YOUR GOAL: Below are entries. Copy exactly the lines running from the line that holds "or name the" to the line that holds "if int(inside.sum()) >= _FEWEST", with both ends included.

--- START ---

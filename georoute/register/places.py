"""Bring coordinates to WGS 84 and judge each place against the rest of the register."""

from __future__ import annotations

from dataclasses import dataclass
from typing import TYPE_CHECKING

import numpy as np
import pyproj
from numpy.typing import NDArray

from georoute.register.codes import Code, new_finding

if TYPE_CHECKING:
    from collections.abc import Sequence

    from georoute.domain.findings import Finding
    from georoute.domain.sites import Base
    from georoute.register.crs import Crs
    from georoute.register.rows import ParsedRow

__all__ = ["Located", "locate"]

_Floats = NDArray[np.float64]

_GEOD = pyproj.Geod(ellps="WGS84")
_FULL_TURN = 360.0
_LAT_LIMIT, _LON_LIMIT = 90.0, 180.0

_CUT = 3.5
"""Modified z-score beyond which a value is an outlier (Iglewicz and Hoaglin 1993, section 3.3)."""

_MAD_TO_SIGMA = 0.6745
"""The third quartile of the standard normal: makes the MAD comparable to a standard deviation."""

_MEAN_TO_SIGMA = float(np.sqrt(np.pi / 2.0))
"""The same for the mean absolute deviation."""

_NEAR_M = 50.0
"""Distances below this are taken as this: the width of a property, before taking logarithms."""

_FEWEST = 4
"""With fewer places there is no rest to judge one against."""

_MANY = 10
"""With fewer places the MAD is hardly known, and an outlier has to be clearly one."""

_FEW = 0.1
"""A larger share of far sites than this is a second area, reported once, not site by site."""

_SAME_PLACE_DIGITS = 6
"""Decimals of a degree that are compared: 0.1 m."""

_CLEARLY = 10.0
"""Axes count as exchanged only where that brings a place so many times nearer to the rest."""


@dataclass(frozen=True, slots=True, kw_only=True)
class Located:
    """Latitude and longitude in degrees, shape (n,); NaN where a row has no usable place."""

    lat_deg: _Floats
    lon_deg: _Floats
    findings: tuple[Finding, ...]


class _Judge:
    """Judges places; what it finds collects in ``findings``, and what is bad in ``good``."""

    def __init__(
        self, rows: Sequence[ParsedRow], crs: Crs, columns: tuple[str, str], bases: Sequence[Base]
    ) -> None:
        self.rows = rows
        self.crs = crs
        self.columns = columns
        self.bases = bases
        self.findings: list[Finding] = []
        self.x = np.array([np.nan if row.x is None else row.x for row in rows], dtype=np.float64)
        self.y = np.array([np.nan if row.y is None else row.y for row in rows], dtype=np.float64)
        self.good = np.isfinite(self.x) & np.isfinite(self.y)
        self.lon, self.lat = self.to_degrees(self.x, self.y)
        self.other_lon, self.other_lat = self.to_degrees(self.y, self.x)

    def to_degrees(self, x: _Floats, y: _Floats) -> tuple[_Floats, _Floats]:
        """Convert to longitude and latitude; infinite where the system does not reach."""
        if self.crs.transformer is None:
            return x.copy(), y.copy()
        finite = np.isfinite(x) & np.isfinite(y)
        lon, lat = np.full(len(x), np.nan), np.full(len(x), np.nan)
        lon[finite], lat[finite] = self.crs.transformer.transform(x[finite], y[finite])
        return lon, lat

    def add(
        self, code: Code, message: str, remedy: str, *, k: int | None = None, column: str = ""
    ) -> None:
        row = None if k is None else self.rows[k]
        self.findings.append(
            new_finding(
                code,
                message,
                remedy,
                row=None if row is None else row.number,
                column=column or ", ".join(dict.fromkeys(self.columns)),
                value="" if k is None else f"{self.y[k]:.12g}, {self.x[k]:.12g}",
                subject="" if row is None else row.site_id,
            )
        )

    def within(self, lon: _Floats, lat: _Floats) -> NDArray[np.bool_]:
        return np.asarray((np.abs(lat) <= _LAT_LIMIT) & (np.abs(lon) <= _LON_LIMIT))

    def judge_zero(self) -> None:
        for k in np.flatnonzero(self.good & (self.x == 0.0) & (self.y == 0.0)):
            self.good[k] = False
            self.add(
                Code.ZERO_COORDINATE,
                "both coordinates are 0, which is what an empty form leaves behind",
                "look the place up and write its coordinates",
                k=int(k),
            )

    def judge_whole(self) -> bool:
        """Judge the file as a whole; true where that explains what is wrong with its rows."""
        count = int(self.good.sum())
        if count == 0:
            return False
        x, y = self.x[self.good], self.y[self.good]
        if self.crs.transformer is None:
            metres = (np.abs(x) > _FULL_TURN) | (np.abs(y) > _FULL_TURN)
            if 2 * int(metres.sum()) > count:
                self.add(
                    Code.COORDINATES_NOT_DEGREES,
                    "the coordinates are not degrees; they look like metres of a national grid",
                    "name the grid by its EPSG code in the programme, for instance "
                    '[register] crs = "EPSG:32719"',
                )
                return True
        if self._whole_exchanged(count):
            lat, lon = self.columns
            self.add(
                Code.SWAPPED_AXES,
                "latitude and longitude are exchanged in the whole file",
                f"exchange the headers `{lat}` and `{lon}`, or name the right ones in "
                "[register.columns]",
            )
            return True
        return False

    def _whole_exchanged(self, count: int) -> bool:
        other = self.good & self.within(self.other_lon, self.other_lat)
        beyond = other & ~self.within(self.lon, self.lat)
        if 2 * int(beyond.sum()) > count:
            return True
        both = other & self.within(self.lon, self.lat)
        if not self.bases or 2 * int(both.sum()) <= count:
            return False
        base = _centre(
            np.array([base.lon_deg for base in self.bases]),
            np.array([base.lat_deg for base in self.bases]),
        )
        own = np.median(_distances(base, self.lon[both], self.lat[both]))
        exchanged = np.median(_distances(base, self.other_lon[both], self.other_lat[both]))
        return bool(own > _CLEARLY * max(float(exchanged), _NEAR_M))

    def judge_range_and_axes(self) -> None:
        """Find places out of range, and places that fit the rest only with exchanged axes."""
        inside = self.good & self.within(self.lon, self.lat)
        other = self.good & self.within(self.other_lon, self.other_lat)
        swapped = np.zeros(len(self.rows), dtype=np.bool_)
        if int(inside.sum()) >= _FEWEST - 1:
            centre = _centre(self.lon[inside], self.lat[inside])
            own, exchanged = np.full((2, len(self.rows)), np.inf)
            own[inside] = _distances(centre, self.lon[inside], self.lat[inside])
            exchanged[other] = _distances(centre, self.other_lon[other], self.other_lat[other])
            # On plain distances the rule bears nearly half of the rows exchanged; on logarithms
            # it knows how far the ordinary remote sites of a scattered register lie.
            for reach in (_plain_reach(own[inside]), _reach(own[inside])):
                swapped |= (own > reach) & (exchanged <= reach)
            # Near the line where latitude equals longitude an exchange hardly moves a site.
            swapped &= self.good & (own > _CLEARLY * exchanged)
        for k in np.flatnonzero(self.good):
            if swapped[k]:
                self._swapped(int(k))
            elif not inside[k]:
                self._out_of_range(int(k))
        self.good &= inside & ~swapped

    def _swapped(self, k: int) -> None:
        self.add(
            Code.SWAPPED_AXES,
            "latitude and longitude look exchanged: exchanged, the site lies among the others",
            f"write latitude {self.x[k]:.12g} and longitude {self.y[k]:.12g}"
            if self.crs.transformer is None
            else "exchange the two coordinates of this row",
            k=k,
        )

    def _out_of_range(self, k: int) -> None:
        if self.crs.transformer is not None:
            self.add(
                Code.COORDINATE_OUTSIDE_CRS,
                f"the coordinate lies outside {self.crs.name}",
                "look for a digit too many or too few, or correct the crs setting",
                k=k,
            )
            return
        lat, lon = self.columns
        self.add(
            Code.COORDINATE_OUT_OF_RANGE,
            "latitude lies between -90 and 90 degrees, longitude between -180 and 180",
            "look for a missing decimal point",
            k=k,
            column=lat if abs(self.lat[k]) > _LAT_LIMIT else lon,
        )

    def judge_outliers(self) -> None:
        where = np.flatnonzero(self.good)
        if len(where) < _FEWEST:
            return
        lon, lat = self.lon[where], self.lat[where]
        distances = _distances(_centre(lon, lat), lon, lat)
        reach = _reach(distances)
        if len(where) < _MANY:
            reach = max(reach, _CLEARLY * float(np.median(distances)))
        far = np.flatnonzero(distances > reach)
        remedy = "look whether the coordinates are right; if they are, nothing to do"
        if len(far) > max(1, int(_FEW * len(where))) and len(far) > _FEWEST - 1:
            self.add(
                Code.FAR_OUTLIER,
                f"{len(far)} of {len(where)} sites lie more than {reach / 1000:.0f} km from the "
                "middle of the rest: is there a second area?",
                remedy,
            )
            return
        for k in far:
            self.add(
                Code.FAR_OUTLIER,
                f"the site lies {distances[k] / 1000:.0f} km from the middle of the register; "
                f"half of the sites lie within {np.median(distances) / 1000:.1f} km",
                remedy,
                k=int(where[k]),
            )

    def judge_same_place(self) -> None:
        first: dict[tuple[float, float], int] = {}
        for k in map(int, np.flatnonzero(self.good)):
            place = (
                round(float(self.lat[k]), _SAME_PLACE_DIGITS),
                round(float(self.lon[k]), _SAME_PLACE_DIGITS),
            )
            if place in first:
                self.add(
                    Code.SAME_PLACE,
                    f"the site has the coordinates of row {first[place]}",
                    "delete one if both are the same site; if both stand there, nothing to do",
                    k=k,
                )
            first.setdefault(place, self.rows[k].number)


def _centre(lon: _Floats, lat: _Floats) -> tuple[float, float]:
    """Return the middle of places in degrees: the median of unit vectors, true across ±180°."""
    lam, phi = np.radians(lon), np.radians(lat)
    vectors = np.stack([np.cos(phi) * np.cos(lam), np.cos(phi) * np.sin(lam), np.sin(phi)])
    x, y, z = np.median(vectors, axis=1)
    return float(np.degrees(np.arctan2(y, x))), float(np.degrees(np.arctan2(z, np.hypot(x, y))))


def _distances(centre: tuple[float, float], lon: _Floats, lat: _Floats) -> _Floats:
    """Return geodesic metres from one place to many."""
    count = len(lon)
    _, _, metres = _GEOD.inv(np.full(count, centre[0]), np.full(count, centre[1]), lon, lat)
    return np.maximum(np.asarray(metres, dtype=np.float64), _NEAR_M)


def _plain_reach(distances: _Floats) -> float:
    """Return the distance beyond which a site is an outlier, judged on distances as they are."""
    middle = float(np.median(distances))
    spread = float(np.median(np.abs(distances - middle)))
    return middle + _CUT * spread / _MAD_TO_SIGMA


def _reach(distances: _Floats) -> float:
    """Return the distance beyond which a site is an outlier.

    Distances from a middle are skewed to the right, so the rule is applied to their logarithms:
    median + 3.5 MAD / 0.6745. Where more than half are equal, so that the MAD is 0, the mean
    absolute deviation stands in for it, as in the same source.
    """
    logs = np.log(distances)
    middle = float(np.median(logs))
    deviations = np.abs(logs - middle)
    sigma = float(np.median(deviations)) / _MAD_TO_SIGMA
    if sigma == 0.0:
        sigma = float(np.mean(deviations)) * _MEAN_TO_SIGMA
    return float(np.exp(middle + _CUT * sigma))


def locate(
    rows: Sequence[ParsedRow], *, crs: Crs, columns: tuple[str, str], bases: Sequence[Base] = ()
) -> Located:
    """Convert the coordinates of rows to WGS 84 and judge them against each other.

    Parameters
    ----------
    rows
        Rows with x and y in ``crs``.
    crs
        The system they are in.
    columns
        Headers of latitude (y) and longitude (x), for findings.
    bases
        Bases of the programme, by which a file with exchanged axes throughout is recognised.

    Returns
    -------
    Located
        Places in degrees, and all that is wrong with them.
    """
    judge = _Judge(rows, crs, columns, bases)
    judge.judge_zero()
    if not judge.judge_whole():
        judge.judge_range_and_axes()
        judge.judge_outliers()
        judge.judge_same_place()
    lat, lon = judge.lat.copy(), judge.lon.copy()
    lat[~judge.good] = np.nan
    lon[~judge.good] = np.nan
    return Located(lat_deg=lat, lon_deg=lon, findings=tuple(judge.findings))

--- END ---

YOUR RESPONSE:
                f"exchange the headers `{lat}` and `{lon}`, or name the right ones in "
                "[register.columns]",
            )
            return True
        return False

    def _whole_exchanged(self, count: int) -> bool:
        other = self.good & self.within(self.other_lon, self.other_lat)
        beyond = other & ~self.within(self.lon, self.lat)
        if 2 * int(beyond.sum()) > count:
            return True
        both = other & self.within(self.lon, self.lat)
        if not self.bases or 2 * int(both.sum()) <= count:
            return False
        base = _centre(
            np.array([base.lon_deg for base in self.bases]),
            np.array([base.lat_deg for base in self.bases]),
        )
        own = np.median(_distances(base, self.lon[both], self.lat[both]))
        exchanged = np.median(_distances(base, self.other_lon[both], self.other_lat[both]))
        return bool(own > _CLEARLY * max(float(exchanged), _NEAR_M))

    def judge_range_and_axes(self) -> None:
        """Find places out of range, and places that fit the rest only with exchanged axes."""
        inside = self.good & self.within(self.lon, self.lat)
        other = self.good & self.within(self.other_lon, self.other_lat)
        swapped = np.zeros(len(self.rows), dtype=np.bool_)
        if int(inside.sum()) >= _FEWEST - 1:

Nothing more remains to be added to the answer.